When we decided to get married, we decided to take up her last name. She was quite willing to take on my name, but there would have been too many complications. She started her business as Carter, and we didn’t want to jeopardize it anyway. I didn’t want to live with a surname that no one could pronounce anymore. However, after weighing up the pros and cons, it was an easy decision in the end. I was to become a Carter.
Since changing my name, however, there have been a couple of things that I learned. People are funny when it comes to tradition. A lot of my friends didn’t know how to respond. We kept the name change a secret until we read our vows at the wedding. When it came to the part where we had to say our I dos, there was a slight murmur in the crowd, but it was something that we anticipated.
After the ceremony, my best man came up to me and asked if the pastor made a mistake, but I assured him that it wasn’t. There was a blank expression on his face for a while, but then he realized that the pastor would probably not even have been able to pronounce my name, to begin with.
During the reception, we were swamped with questions as to why we decided that I take on my wife’s name. Many of our friends suggested a mixed surname, but that would not have worked either. Besides, why do you want to give up the history of two names when you can build on the history of your family.
Anyway, some of them couldn’t wrap their minds around it and said that it was a last resort. However, I know for a fact that none of them had to live with the jokes or countless times where you had to spell out your name to someone on the other side of a line.

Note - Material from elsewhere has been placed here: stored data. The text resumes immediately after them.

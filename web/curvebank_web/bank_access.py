"""The bank as the app opens it: read-only for one request, or for writing for one change."""

from collections.abc import Iterator
from contextlib import closing, contextmanager
from pathlib import Path
from typing import Any

import curvebank


def make_if_missing(bank: Path) -> None:
    """Create the bank file, and its folder, where there is none; an existing bank is opened once, so that a bad one is named at once.

    Raises
    ------
    curvebank.errors.BankError
        Not a bank, locked, read-only, or from a newer curvebank.
    """
    if not bank.exists():
        bank.parent.mkdir(parents=True, exist_ok=True)
        curvebank.open(bank, write=True).close()
    with reading(bank):
        pass


@contextmanager
def reading(bank: Path) -> Iterator[Any]:
    """A reader, closed afterwards."""
    with closing(curvebank.open(bank)) as reader:
        yield reader


@contextmanager
def writing(bank: Path) -> Iterator[Any]:
    """A writer, closed afterwards."""
    with closing(curvebank.open(bank, write=True)) as store:
        yield store


def settings_of(bank: Path) -> dict[str, Any]:
    """The settings in force; they decide findings, so every run takes them along."""
    with reading(bank) as reader:
        return dict(reader.settings())
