"""What keeps other sites and other machines out: hosts, cross-site writes, response headers, strict JSON."""

import json
import math
import re
from typing import Any

from flask import Flask, Response, current_app, request
from flask.json.provider import DefaultJSONProvider

from .problems import Problem

CSP = (
    "default-src 'none'; script-src 'self'; style-src 'self' 'unsafe-inline'; img-src 'self' data: blob:; connect-src 'self'; "
    "font-src 'self'; base-uri 'none'; form-action 'self'; frame-ancestors 'none'"
)
HEADERS = {
    "Content-Security-Policy": CSP,
    "X-Content-Type-Options": "nosniff",
    "Referrer-Policy": "no-referrer",
    "Cross-Origin-Opener-Policy": "same-origin",
    "Cross-Origin-Resource-Policy": "same-origin",
}
HOST = re.compile(r"(127\.0\.0\.1|localhost|\[::1\])(:\d{1,5})?", re.IGNORECASE)
UNSAFE = {"POST", "PUT", "PATCH", "DELETE"}
JSON_LIMIT = 16 * 1024 * 1024


class StrictJSON(DefaultJSONProvider):
    """JSON as the standard has it: no NaN or Infinity in or out, no number that turns into one, keys in their own order."""

    sort_keys = False

    def loads(self, s: str | bytes, **kwargs: Any) -> Any:
        try:
            return json.loads(s, parse_constant=_no_constant, parse_float=_finite)
        except RecursionError:
            raise ValueError("The JSON is nested too deeply.") from None

    def dumps(self, obj: Any, **kwargs: Any) -> str:
        return super().dumps(obj, allow_nan=False, **kwargs)


def _no_constant(name: str) -> float:
    raise ValueError(f"{name} is not JSON.")


def _finite(text: str) -> float:
    value = float(text)
    if not math.isfinite(value):
        raise ValueError(f"{text} is too large for a number.")
    return value


def check_host() -> None:
    """Refuse a foreign Host header: a page of another site that points its name at this machine reads nothing."""
    if not HOST.fullmatch(request.environ.get("HTTP_HOST", "")):
        detail = "This server answers to 127.0.0.1 and localhost only. Open the address it printed when it started."
        raise Problem(400, "host", "This host name is not served", detail)


def check_origin() -> None:
    """Refuse writes that another site's page asks the browser for.

    Browsers send Sec-Fetch-Site or Origin with every such request; a script that sends neither is no browser.
    """
    if request.method not in UNSAFE:
        return
    site = request.headers.get("Sec-Fetch-Site")
    origin = request.headers.get("Origin")
    own = f"{request.scheme}://{request.environ.get('HTTP_HOST', '')}".lower()
    if (site is not None and site not in ("same-origin", "none")) or (origin is not None and origin.lower() != own):
        raise Problem(
            403, "cross-site", "Refused: the request comes from another site", "Nothing was changed. Work from curvebank's own pages."
        )


def check_body() -> None:
    """Writes under /api carry one JSON object; a file upload is the exception and is checked by its view."""
    if request.method not in UNSAFE or not request.path.startswith("/api") or request.path.rstrip("/") == "/api/sheets":
        return
    request.max_content_length = JSON_LIMIT
    if not request.content_length and "Transfer-Encoding" not in request.headers:
        return
    if not request.is_json:
        raise Problem(415, "media-type", "The request is not JSON", "Send it with Content-Type: application/json. Nothing was changed.")
    try:
        body = current_app.json.loads(request.get_data())
    except ValueError as error:
        raise Problem(400, "json", "The request is not valid JSON", f"{error} Nothing was changed.") from None
    if not isinstance(body, dict):
        raise Problem(400, "json", "The request is not a JSON object", "Send one object in braces. Nothing was changed.")


def add_headers(response: Response) -> Response:
    """The security headers, on every response."""
    for name, value in HEADERS.items():
        response.headers[name] = value
    if request.path.startswith("/api"):
        response.headers.setdefault("Cache-Control", "no-store")
    return response


def register(app: Flask) -> None:
    """Put the checks in front of every view and the headers on every response."""
    app.json = StrictJSON(app)
    app.before_request(check_host)
    app.before_request(check_origin)
    app.before_request(check_body)
    app.after_request(add_headers)
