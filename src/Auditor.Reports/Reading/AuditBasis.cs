using Auditor.Engine.Installation;
using Auditor.Formulas.Values;

namespace Auditor.Reports.Reading;

/// <summary>How audits are made.</summary>
internal static class AuditBasis
{
    /// <summary>The stage that a design without one is taken to be at.</summary>
    public const string UsualStage = "design";

    /// <summary>The decision rule: values are judged as stated.</summary>
    public const string Decision = "simple";

    /// <summary>Stage of the job; null where the design states none.</summary>
    public static string? StageOf(Design design) =>
        design.Installation.Shape.Input("basis.stage") is { } slot && design.Installation.Input(slot.Index) is { Kind: ValueKind.Text } value
            ? value.Text
            : null;
}
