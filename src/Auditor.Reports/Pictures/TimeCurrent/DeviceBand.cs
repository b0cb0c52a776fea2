using Auditor.Engine.Installation;
using Auditor.Engine.RuleSets;
using Auditor.Formulas.Curves;
using OxyPlot;

namespace Auditor.Reports.Pictures.TimeCurrent;

/// <summary>The time-current band of a device: between the edges it may or may not have opened.</summary>
/// <param name="Title">What the curve is called; empty where none is held.</param>
/// <param name="Slow">Slow edge, by current; empty where it is not held.</param>
/// <param name="Fast">Fast edge, by current; empty where it is not held.</param>
/// <param name="MostCurrent">Where the chart ends, in amperes.</param>
internal sealed record DeviceBand(string Title, IReadOnlyList<DataPoint> Slow, IReadOnlyList<DataPoint> Fast, double MostCurrent)
{
    /// <summary>Times that the chart shows, in seconds.</summary>
    public const double LeastTime = 0.01;

    /// <summary>Times that the chart shows, in seconds.</summary>
    public const double MostTime = 10000;

    /// <summary>The band of the device that a plan names.</summary>
    /// <param name="plan">The plan.</param>
    /// <param name="circuit">The circuit.</param>
    /// <param name="prefix">What the roles of the device begin with.</param>
    /// <param name="curves">The curves that are held.</param>
    /// <param name="mostCurrent">Where the chart ends, in amperes.</param>
    public static DeviceBand Of(PicturePlan plan, DesignSubject circuit, string prefix, CurveSet curves, double mostCurrent)
    {
        var standard = plan.Word(circuit, prefix + "standard");
        var curve = standard is null ? null : curves.Find(standard, plan.Word(circuit, prefix + "type") ?? "");
        return curve is not null && plan.Number(circuit, prefix + "rating") is { } rating
            ? new DeviceBand(curve.Source.Title, From(curve.PointsOf(isSlow: true, rating)), Fastest(curve.PointsOf(isSlow: false, rating)), mostCurrent)
            : new DeviceBand("", [], [], mostCurrent);
    }

    /// <summary>The band of a release that opens at once above its setting; what it does below is not known.</summary>
    /// <param name="plan">The plan.</param>
    /// <param name="circuit">The circuit.</param>
    /// <param name="mostCurrent">Where the chart ends, in amperes.</param>
    public static DeviceBand OfSetting(PicturePlan plan, DesignSubject circuit, double mostCurrent)
    {
        if (plan.Number(circuit, "setting-most") is not { } most || plan.Number(circuit, "setting-time") is not { } time)
        {
            return new DeviceBand("", [], [], mostCurrent);
        }

        var least = plan.Number(circuit, "setting-least") ?? most;
        return new DeviceBand(
            "instantaneous release by its setting", [new DataPoint(most, MostTime), new DataPoint(most, time)],
            [new DataPoint(least, MostTime), new DataPoint(least, LeastTime)], mostCurrent);
    }

    /// <summary>What is known beyond the last point of the slow edge: the device takes no longer than there.</summary>
    public IReadOnlyList<DataPoint> Beyond => Slow.Count > 0 && Slow[^1].X < MostCurrent ? [Slow[^1], new DataPoint(MostCurrent, Slow[^1].Y)] : [];

    /// <summary>The slow side of the band.</summary>
    public IEnumerable<DataPoint> SlowSide => Slow.Concat(Beyond);

    /// <summary>The fast side of the band.</summary>
    public IEnumerable<DataPoint> FastSide => Fast.Append(new DataPoint(Math.Max(MostCurrent, Fast[^1].X), LeastTime));

    /// <summary>Below its first point the device need not open at all.</summary>
    private static IReadOnlyList<DataPoint> From(IReadOnlyList<CurvePoint> points) =>
        points.Count == 0 ? [] : [new DataPoint(points[0].Current, MostTime), .. points.Select(point => new DataPoint(point.Current, point.Time))];

    /// <summary>Above its last point the device may open at once.</summary>
    private static IReadOnlyList<DataPoint> Fastest(IReadOnlyList<CurvePoint> points) =>
        points.Count == 0 ? [] : [.. From(points), new DataPoint(points[^1].Current, LeastTime)];
}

One of the hardest lessons that I had to learn was how difficult it is to change your surname. To all the ladies out there, I feel your pain. Not only do you have to go brave the DMV and Social Security, but you have to change every single subscription, contract or deal that you made before the change.
Don’t think that it’s a matter of filling in a form or two. You have to provide a certified marriage certificate with every change. I have come to the resolution that I will now only change something if I really have to.
I used to be a traditionalist and never gave the surname change much thought. I always had the idea in my head that my wife would take my name. That was only until push came to shove and I started to rethink my traditions. When I asked my wife what she thought of the idea, I was surprised to find out that she would be thrilled. Not because she didn’t like my surname or anything, but because she liked her surname more.
I finally realized that what we did was not in the least the norm. You don’t think how automated everyone’s thinking is around name changes. Name changing services don’t have standard forms for men who want to change names. Even their company names don’t acknowledge men who want to change their names. Everything is geared for the woman who is making the change. Nevertheless, if I knew what I know now, I still would have taken the plunge and changed my name.